Return exactly the span that opens with the line containing "it('refuses k = 0, an" and closes with the final line of the records, both included.

** Working data follows **

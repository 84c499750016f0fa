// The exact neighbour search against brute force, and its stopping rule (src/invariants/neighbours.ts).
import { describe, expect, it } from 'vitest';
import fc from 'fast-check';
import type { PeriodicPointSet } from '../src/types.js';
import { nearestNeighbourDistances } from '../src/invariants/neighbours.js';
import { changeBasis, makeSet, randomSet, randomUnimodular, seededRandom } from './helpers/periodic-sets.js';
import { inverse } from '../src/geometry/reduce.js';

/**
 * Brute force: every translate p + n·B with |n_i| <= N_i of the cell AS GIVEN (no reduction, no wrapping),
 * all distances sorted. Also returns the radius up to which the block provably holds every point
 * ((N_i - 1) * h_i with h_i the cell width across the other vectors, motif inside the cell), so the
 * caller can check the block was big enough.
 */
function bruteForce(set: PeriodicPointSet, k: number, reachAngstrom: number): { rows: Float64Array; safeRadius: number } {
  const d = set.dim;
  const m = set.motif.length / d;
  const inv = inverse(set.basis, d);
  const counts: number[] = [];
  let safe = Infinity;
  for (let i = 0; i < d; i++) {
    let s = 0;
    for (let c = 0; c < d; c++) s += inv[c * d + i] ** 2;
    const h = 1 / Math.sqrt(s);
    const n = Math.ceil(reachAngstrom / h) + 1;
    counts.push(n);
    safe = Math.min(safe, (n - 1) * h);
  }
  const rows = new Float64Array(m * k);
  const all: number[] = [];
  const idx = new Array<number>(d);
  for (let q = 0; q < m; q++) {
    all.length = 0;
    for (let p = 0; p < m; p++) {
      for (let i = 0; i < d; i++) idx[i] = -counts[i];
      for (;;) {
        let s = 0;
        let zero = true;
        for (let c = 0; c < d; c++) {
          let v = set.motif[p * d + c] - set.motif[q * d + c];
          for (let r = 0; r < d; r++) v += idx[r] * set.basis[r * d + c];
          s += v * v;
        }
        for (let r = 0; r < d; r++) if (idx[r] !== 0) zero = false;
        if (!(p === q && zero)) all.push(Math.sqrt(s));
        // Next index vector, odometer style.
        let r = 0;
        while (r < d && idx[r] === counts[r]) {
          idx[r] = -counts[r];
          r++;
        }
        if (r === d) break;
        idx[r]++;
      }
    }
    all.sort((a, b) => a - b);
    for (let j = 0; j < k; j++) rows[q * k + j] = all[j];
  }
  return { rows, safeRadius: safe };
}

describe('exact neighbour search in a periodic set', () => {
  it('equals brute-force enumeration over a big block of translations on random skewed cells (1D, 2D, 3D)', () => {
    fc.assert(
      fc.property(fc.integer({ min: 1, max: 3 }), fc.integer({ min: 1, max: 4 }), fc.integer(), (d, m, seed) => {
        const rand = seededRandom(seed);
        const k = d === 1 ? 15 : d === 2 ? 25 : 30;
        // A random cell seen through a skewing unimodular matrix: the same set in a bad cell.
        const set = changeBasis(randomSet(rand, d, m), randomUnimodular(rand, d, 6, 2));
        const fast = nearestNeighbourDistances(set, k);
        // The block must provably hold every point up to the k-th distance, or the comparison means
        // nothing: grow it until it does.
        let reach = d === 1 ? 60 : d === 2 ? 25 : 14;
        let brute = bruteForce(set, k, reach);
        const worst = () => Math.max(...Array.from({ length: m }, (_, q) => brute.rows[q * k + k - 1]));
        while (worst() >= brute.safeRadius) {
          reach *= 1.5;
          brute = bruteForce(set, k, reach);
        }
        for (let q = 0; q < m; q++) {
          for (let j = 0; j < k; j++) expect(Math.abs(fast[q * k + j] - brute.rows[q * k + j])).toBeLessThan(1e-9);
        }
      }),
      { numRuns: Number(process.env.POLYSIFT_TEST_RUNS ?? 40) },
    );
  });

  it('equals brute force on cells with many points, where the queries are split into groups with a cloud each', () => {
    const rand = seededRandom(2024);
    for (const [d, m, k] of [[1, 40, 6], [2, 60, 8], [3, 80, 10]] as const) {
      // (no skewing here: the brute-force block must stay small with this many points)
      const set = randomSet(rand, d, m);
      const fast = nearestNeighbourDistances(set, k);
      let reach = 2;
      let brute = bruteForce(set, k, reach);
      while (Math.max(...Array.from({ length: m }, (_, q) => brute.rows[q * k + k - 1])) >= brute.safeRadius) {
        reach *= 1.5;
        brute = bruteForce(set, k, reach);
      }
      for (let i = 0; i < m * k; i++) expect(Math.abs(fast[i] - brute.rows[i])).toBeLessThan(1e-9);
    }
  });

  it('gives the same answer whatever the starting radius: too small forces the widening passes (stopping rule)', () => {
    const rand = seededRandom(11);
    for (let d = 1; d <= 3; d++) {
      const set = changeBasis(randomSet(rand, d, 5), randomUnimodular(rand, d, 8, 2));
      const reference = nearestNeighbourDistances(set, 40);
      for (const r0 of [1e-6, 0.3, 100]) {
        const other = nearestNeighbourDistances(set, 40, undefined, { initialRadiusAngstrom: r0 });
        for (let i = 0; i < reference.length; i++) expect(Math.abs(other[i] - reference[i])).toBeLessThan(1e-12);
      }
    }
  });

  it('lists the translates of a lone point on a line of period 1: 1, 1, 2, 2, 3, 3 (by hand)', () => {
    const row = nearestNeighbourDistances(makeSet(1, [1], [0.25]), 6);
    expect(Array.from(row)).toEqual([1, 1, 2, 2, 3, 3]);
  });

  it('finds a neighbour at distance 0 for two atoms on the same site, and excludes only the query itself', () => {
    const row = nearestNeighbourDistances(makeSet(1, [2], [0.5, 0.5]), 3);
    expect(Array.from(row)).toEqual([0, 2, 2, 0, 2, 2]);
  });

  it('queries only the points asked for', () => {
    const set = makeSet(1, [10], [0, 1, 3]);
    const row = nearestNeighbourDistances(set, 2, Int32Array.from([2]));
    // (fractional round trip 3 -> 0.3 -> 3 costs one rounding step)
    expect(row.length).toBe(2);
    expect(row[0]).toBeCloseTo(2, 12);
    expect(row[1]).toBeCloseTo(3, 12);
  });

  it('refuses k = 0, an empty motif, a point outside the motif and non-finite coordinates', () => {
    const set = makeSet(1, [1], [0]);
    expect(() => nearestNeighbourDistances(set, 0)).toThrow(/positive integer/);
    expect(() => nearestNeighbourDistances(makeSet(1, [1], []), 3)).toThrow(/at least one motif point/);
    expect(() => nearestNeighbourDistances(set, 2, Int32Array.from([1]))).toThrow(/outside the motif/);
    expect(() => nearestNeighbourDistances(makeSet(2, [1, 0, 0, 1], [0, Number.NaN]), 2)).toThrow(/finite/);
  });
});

** End of Working data **

- Expected answer:
  it('refuses k = 0, an empty motif, a point outside the motif and non-finite coordinates', () => {
    const set = makeSet(1, [1], [0]);
    expect(() => nearestNeighbourDistances(set, 0)).toThrow(/positive integer/);
    expect(() => nearestNeighbourDistances(makeSet(1, [1], []), 3)).toThrow(/at least one motif point/);
    expect(() => nearestNeighbourDistances(set, 2, Int32Array.from([1]))).toThrow(/outside the motif/);
    expect(() => nearestNeighbourDistances(makeSet(2, [1, 0, 0, 1], [0, Number.NaN]), 2)).toThrow(/finite/);
  });
});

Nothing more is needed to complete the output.